We have so many folks addicted to food porn that the bandwidth allowed on our site keeps going over and I keep having to upgrade. I thought to myself that I need to put a small limitation on the size of pictures to try and keep costs down just a little.

Maybe 256k is too small.. I will upgrade it to 500 and see if that suits everyone. The ONLY thing I am trying to eliminate is the uploading of pics that are  2-5 megabytes and we do get some of those.

Everytime a picture is viewed it goes against our allowed bandwidth and when the bandwidth is used up that I have paid for I get this email that says "you must upgrade, immediately" so anyway..

I will raise it to 500 mb and if anyone has trouble with that size let me know and I will raise it a little more. I want to have something reasonable for everyone.

We used 25GB of bandwidth last month and that is exciting but very costly.

I don't want to stop anyone from viewing or uploading pictures, that is one of the things that makes this site great. I just want you guys to try very hard to keep the file size as reasonable as possible and if you know how and can use a site like photobucket or image shack to post pics then that really helps.

Hope that explains things a little better and helps you to understand the logistics of what I try to do and why.

You guys are great.. keep up the good work!


----------



## jabo (Sep 14, 2006)

Jeff, I think 250 kb is fine.  However the problem that I experienced the other day was with a pic that was not over 250 kb, it was only 140 kb or so.  I think it is just a snafu that comes up.  I was allowed to post pics again after I deleted my food porn from the other thread.  I understand your bandwidth issues, but I am absolutely sure that the pic that I was trying to upload that got the me the "over 250 kb" message was not over sized.  I hope this helps.  I don't think that it is the pic size that we are having a problem with.

Jamie


----------



## nmayeux (Sep 23, 2006)

Jeff,
I still cannot post pics of any size.  I can't even post my avitar, as it says that it exceeds the 500kb limit.  Any help would be appreciated.


----------



## jabo (Sep 23, 2006)

I just proved that it is not the size limit of one pic that I am going over, the forum currenly only allows me to put 500kb worth of pics up before I have to delete old ones.  

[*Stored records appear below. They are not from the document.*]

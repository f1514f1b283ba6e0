"""Invented panels for the rater_pairs, homogeneity and drift tests (planted truths).

Each rater judges a random subset of a shared pool of cases (an incomplete
design) with a linear policy plus normal noise; a test plants what it checks
(different weights, unequal noise, a trend over the reading order).
"""

from __future__ import annotations

import numpy as np
import pandas as pd

from calibrate.data.cues import CueDesign, CueRule, build_cue_design


def case_pool(rng: np.random.Generator, n_cases: int, *, categorical: bool = True,
              missing_share: float = 0.0) -> CueDesign:
    """Two correlated numeric cues on different scales and, optionally, a 3-level category.

    ``missing_share`` blanks that share of the first cue, which has a ``drop`` rule.
    """
    z = rng.multivariate_normal([0, 0], [[1, .35], [.35, 1]], size=n_cases)
    cases = pd.DataFrame({"record": 70 + 8 * z[:, 0], "essay": 3 + 1.2 * z[:, 1]},
                         index=[f"file{i:04d}" for i in range(n_cases)])
    rules = [CueRule("record"), CueRule("essay")]
    if categorical:
        cases["letter"] = rng.choice(["solid", "strong", "weak"], size=n_cases, p=[.5, .3, .2])
        rules.append(CueRule("letter", "categorical"))
    if missing_share:
        cases.loc[rng.random(n_cases) < missing_share, "record"] = np.nan
    return build_cue_design(cases, rules)


def first_judgments(rng: np.random.Generator, design: CueDesign, *, per_rater: list[int] | int,
                    weights: np.ndarray, noise: np.ndarray | float,
                    n_raters: int | None = None) -> pd.DataFrame:
    """One first judgment per (rater, case); ``weights`` is (p,) shared or (K, p) per rater."""
    weights = np.asarray(weights, dtype=float)
    if n_raters is None:
        n_raters = weights.shape[0] if weights.ndim == 2 else len(np.atleast_1d(per_rater))
    per_rater = np.broadcast_to(np.asarray(per_rater), (n_raters,))
    weights = np.broadcast_to(weights, (n_raters, design.n_columns))
    noise = np.broadcast_to(np.asarray(noise, dtype=float), (n_raters,))
    X = np.nan_to_num(design.matrix)
    ids = np.asarray(design.case_ids)
    frames = []
    for r in range(n_raters):
        rows = rng.choice(X.shape[0], int(per_rater[r]), replace=False)
        y = 0.3 * r + X[rows] @ weights[r] + noise[r] * rng.standard_normal(rows.size)
        frames.append(pd.DataFrame({"rater": f"reader{r:03d}", "case": ids[rows], "judgment": y}))
    return pd.concat(frames, ignore_index=True)
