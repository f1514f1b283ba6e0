"""Invented panels for checking a file's chance of changing side with one more reading.

Each panel: files with true values theta ~ N(0, case_sd^2), each read by ``readers`` raters
drawn at random from the panel (offsets ~ N(0, rater_sd^2)), noise ~ N(0, noise_sd^2);
on a 1-7 scale the judgment is ``4 + theta + offset + noise`` rounded and clipped. The
audit's per-file view estimates each file's ``change_probability``; then a fresh reader
(a new offset, known to the simulation and removed, as the adjusted scores remove the
panel's offsets) reads every file once more, and the file "changes" when its adjusted mean
with that reading lands on the other side of the cut-off. Shared by
``tests/unit/test_files.py`` (small, seeded) and ``benchmarks/bench_change_probability.py``.
"""

from __future__ import annotations

import numpy as np
import pandas as pd

from calibrate.agreement.files import file_view
from calibrate.agreement.offsets import severity


def one_panel(rng: np.random.Generator, *, n_raters: int = 20, n_cases: int = 300, readers: int = 3,
              case_sd: float = 1.0, rater_sd: float = 0.4, noise_sd: float = 0.7, scale: str = "continuous",
              cut_off: float = 0.3, contentious: float = 0.0) -> tuple[np.ndarray, np.ndarray]:
    """(estimated change probabilities, whether each file changed with one fresh reading).
    ``contentious``: the share of files whose readers' noise SD is doubled (the model's one
    pooled spread does not hold then)."""
    theta = rng.normal(0.0, case_sd, n_cases)
    file_sd = np.full(n_cases, noise_sd)
    if contentious:  # drawn only then, so the other settings keep their random streams
        file_sd = noise_sd * np.where(rng.random(n_cases) < contentious, 2.0, 1.0)
    offsets = rng.normal(0.0, rater_sd, n_raters)
    chosen = np.argsort(rng.random((n_cases, n_raters)), axis=1)[:, :readers]
    case_idx = np.repeat(np.arange(n_cases), readers)
    rater_idx = chosen.ravel()
    centre = 4.0 if scale == "ordinal" else 0.0

    def judge(value):
        value = centre + value
        return np.clip(np.round(value), 1, 7) if scale == "ordinal" else value

    y = judge(theta[case_idx] + offsets[rater_idx] + rng.normal(0.0, 1.0, case_idx.size) * file_sd[case_idx])
    first = pd.DataFrame({"rater": [f"r{i:03d}" for i in rater_idx],
                          "case": [f"c{i:05d}" for i in case_idx], "judgment": y})
    lo, hi = (1, 7) if scale == "ordinal" else (-50, 50)
    sev = severity(first, scale="ordinal" if scale == "ordinal" else "continuous", scale_min=lo, scale_max=hi)
    cut = centre + cut_off
    view = file_view(first, sev, cut_off=cut)
    frame = pd.DataFrame([f.to_dict() for f in view.files]).set_index("case")
    cases = [f"c{i:05d}" for i in range(n_cases)]
    frame = frame.loc[cases]
    new_offset = rng.normal(0.0, rater_sd, n_cases)
    fresh = judge(theta + new_offset + rng.normal(0.0, 1.0, n_cases) * file_sd) - new_offset
    n = frame["n_readers"].to_numpy(float)
    m = frame["adjusted"].to_numpy(float)
    after = (n * m + fresh) / (n + 1.0)
    changed = (after >= cut) != (m >= cut)
    return frame["change_probability"].to_numpy(float), changed


def calibration(p: np.ndarray, changed: np.ndarray, edges=(0, .05, .1, .2, .3, .4, .5, 1.0001)) -> pd.DataFrame:
    """Per band of the estimated chance: files, mean estimate, share that changed."""
    band = np.digitize(p, edges) - 1
    rows = []
    for b in range(len(edges) - 1):
        inside = band == b
        if inside.any():
            rows.append({"band": f"{edges[b]:.2f}-{min(edges[b + 1], 1):.2f}", "files": int(inside.sum()),
                         "estimated": float(p[inside].mean()), "changed": float(changed[inside].mean())})
    return pd.DataFrame(rows)
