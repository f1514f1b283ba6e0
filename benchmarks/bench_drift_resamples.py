"""Coverage of drift's R_s change interval with all resamples and with the reduced form.

Raters without drift read 150 files in random order (10 shown twice), so both halves
of the reading order share one policy and one noise level: the true change in R_s is
zero (the halves have the same size, so the upward bias of a sample R_s is the same in
both). The 95% percentile interval should contain zero for about 95% of raters, with
the default 500 resamples and with the fewer resamples drift takes above 500 raters
(125 at 2,000 raters, never under 100). Three panels of 400 raters, continuous
judgments and a 1-7 scale; the 99.9% Clopper-Pearson interval is in brackets.

Run: PYTHONPATH=. .venv/bin/python benchmarks/bench_drift_resamples.py
"""

import sys
import time
from pathlib import Path

import numpy as np

sys.path.insert(0, str(Path(__file__).resolve().parents[1]))

from bench_lens_intervals import clopper_pearson  # noqa: E402  (this folder is on the path)
from calibrate.consistency.reading_order import drift  # noqa: E402
from tests.disagreement_panels import case_pool  # noqa: E402
from tests.unit.test_drift import ordered_panel  # noqa: E402


def main():
    for label, scale_points in (("continuous", False), ("1-7 scale", True)):
        panels = []
        for seed in range(3):
            rng = np.random.default_rng(2026 + seed)
            design = case_pool(rng, 300)
            panels.append((design, ordered_panel(rng, design, n_raters=400, scale_points=scale_points)))
        for n_resamples in (500, 125, 100):
            start = time.process_time()
            hit = total = 0
            for seed, (design, ordered) in enumerate(panels):
                result = drift(design, ordered, n_resamples=n_resamples, rng=seed, scale_down=False)
                low = np.array([r.r_s_change_ci_low for r in result.raters])
                high = np.array([r.r_s_change_ci_high for r in result.raters])
                ok = np.isfinite(low) & np.isfinite(high)
                hit += int(((low <= 0) & (0 <= high) & ok).sum())
                total += int(ok.sum())
            low_cp, high_cp = clopper_pearson(hit, total)
            print(f"{label}, {n_resamples} resamples: {hit / total:.1%} [{low_cp:.1%}, {high_cp:.1%}] "
                  f"of {total} raters ({time.process_time() - start:.1f} s CPU)", flush=True)


if __name__ == "__main__":
    main()
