"""Simulated raters with a known lens model, for the coverage of the lens intervals.

Each rater reads their own cases (three standard-normal cues). The criterion is
``X b_e + e_e``; the judgment ``centre + X b_s + e_s`` with corr(e_s, e_e) = ``rho``,
optionally rounded and cut to a 1-7 scale (so the scale's ends are used). The true
r_a, G, C and R_e of that process are taken from one very large sample of it
(:func:`true_values`), which holds for rounded scales where no closed form does.
"""

from __future__ import annotations

import numpy as np
import pandas as pd

from calibrate.data.cues import CueDesign
from calibrate.lens.model import lens_model

B_E = np.array([0.5, 0.3, 0.0])
B_S = np.array([0.6, 0.1, 0.3])


def _draw(rng, n, *, rho, ordinal, centre):
    X = rng.standard_normal((n, 3))
    e_e = rng.standard_normal(n)
    e_s = rho * e_e + np.sqrt(1 - rho**2) * rng.standard_normal(n)
    crit = X @ B_E + e_e
    judged = centre + X @ B_S + 0.7 * e_s
    if ordinal:
        judged = np.clip(np.round(judged), 1, 7)
    return X, judged, crit


def _design(X, prefix="c"):
    ids = tuple(f"{prefix}{i}" for i in range(len(X)))
    return CueDesign(case_ids=ids, matrix=X, columns=("a", "b", "d"), cue_of_column=("a", "b", "d"),
                     cues=("a", "b", "d"), kinds=dict.fromkeys("abd", "numeric"), reference_levels={})


def simulated_raters(rng, n_raters, n_cases, *, rho=0.3, ordinal=False, centre=4.0):
    """(design, first, criterion) with every rater on their own ``n_cases`` cases."""
    X, judged, crit = _draw(rng, n_raters * n_cases, rho=rho, ordinal=ordinal, centre=centre)
    design = _design(X)
    first = pd.DataFrame({"rater": np.repeat([f"r{i:04d}" for i in range(n_raters)], n_cases),
                          "case": list(design.case_ids), "judgment": judged})
    return design, first, pd.Series(crit, index=list(design.case_ids))


def true_values(*, rho=0.3, ordinal=False, centre=4.0, n=400_000, seed=99) -> dict[str, float]:
    """r_a, G, C and R_e of the process, from one sample of ``n`` cases (error about 1/sqrt(n))."""
    X, judged, crit = _draw(np.random.default_rng(seed), n, rho=rho, ordinal=ordinal, centre=centre)
    design = _design(X)
    first = pd.DataFrame({"rater": "all", "case": list(design.case_ids), "judgment": judged})
    one = lens_model(design, first, pd.Series(crit, index=list(design.case_ids)), n_boot=0).raters[0]
    return {"r_a": one.r_a, "g": one.g, "c": one.c, "r_e": one.r_e}


def coverage(rng, n_raters, n_cases, *, n_boot=1000, **process) -> dict[str, tuple[int, int]]:
    """Per figure: (intervals that contain the true value, intervals computed)."""
    truth = true_values(**process)
    design, first, crit = simulated_raters(rng, n_raters, n_cases, **process)
    result = lens_model(design, first, crit, n_boot=n_boot, rng=rng)
    out = {}
    for k, value in truth.items():
        low = np.array([getattr(r, f"{k}_ci_low") for r in result.raters])
        high = np.array([getattr(r, f"{k}_ci_high") for r in result.raters])
        ok = np.isfinite(low) & np.isfinite(high)
        out[k] = (int(((low <= value) & (value <= high) & ok).sum()), int(ok.sum()))
    return out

Are there easier ways than putting the pics on my personal site and then linking to them?  I don't want to kill all Jeff's bandwidth, but I would like to post pics.

Jamie


----------



## swalker (Sep 23, 2006)

I too had to delete pictures that I had previously posted...to be able to add some more uploads...no biggie. Wanted to show some new smoked food anyway. I got the same message stating I had exceeded my 256k. I think now if you reach your 500mb limit, just delete some of your earliest posts and you can add some new ones. I have also just learn how to use image shack correctly...what a deal...

Steve


----------



## cajunsmoker (Sep 23, 2006)

If you can use imageshack, or another service like that,  it would be better than deleting previous pics.  Deleting previous pics will leave little red X's inside little square boxes where your pics were in previous posts.  That is going to be very confusing to newbies and lurkers. :(


----------



## doug123 (Sep 25, 2006)

I wasn't able to post any more pics either.

Use ImageShack. You don't even have to register if you don't want to.

Took me about a minute to figure it out.


----------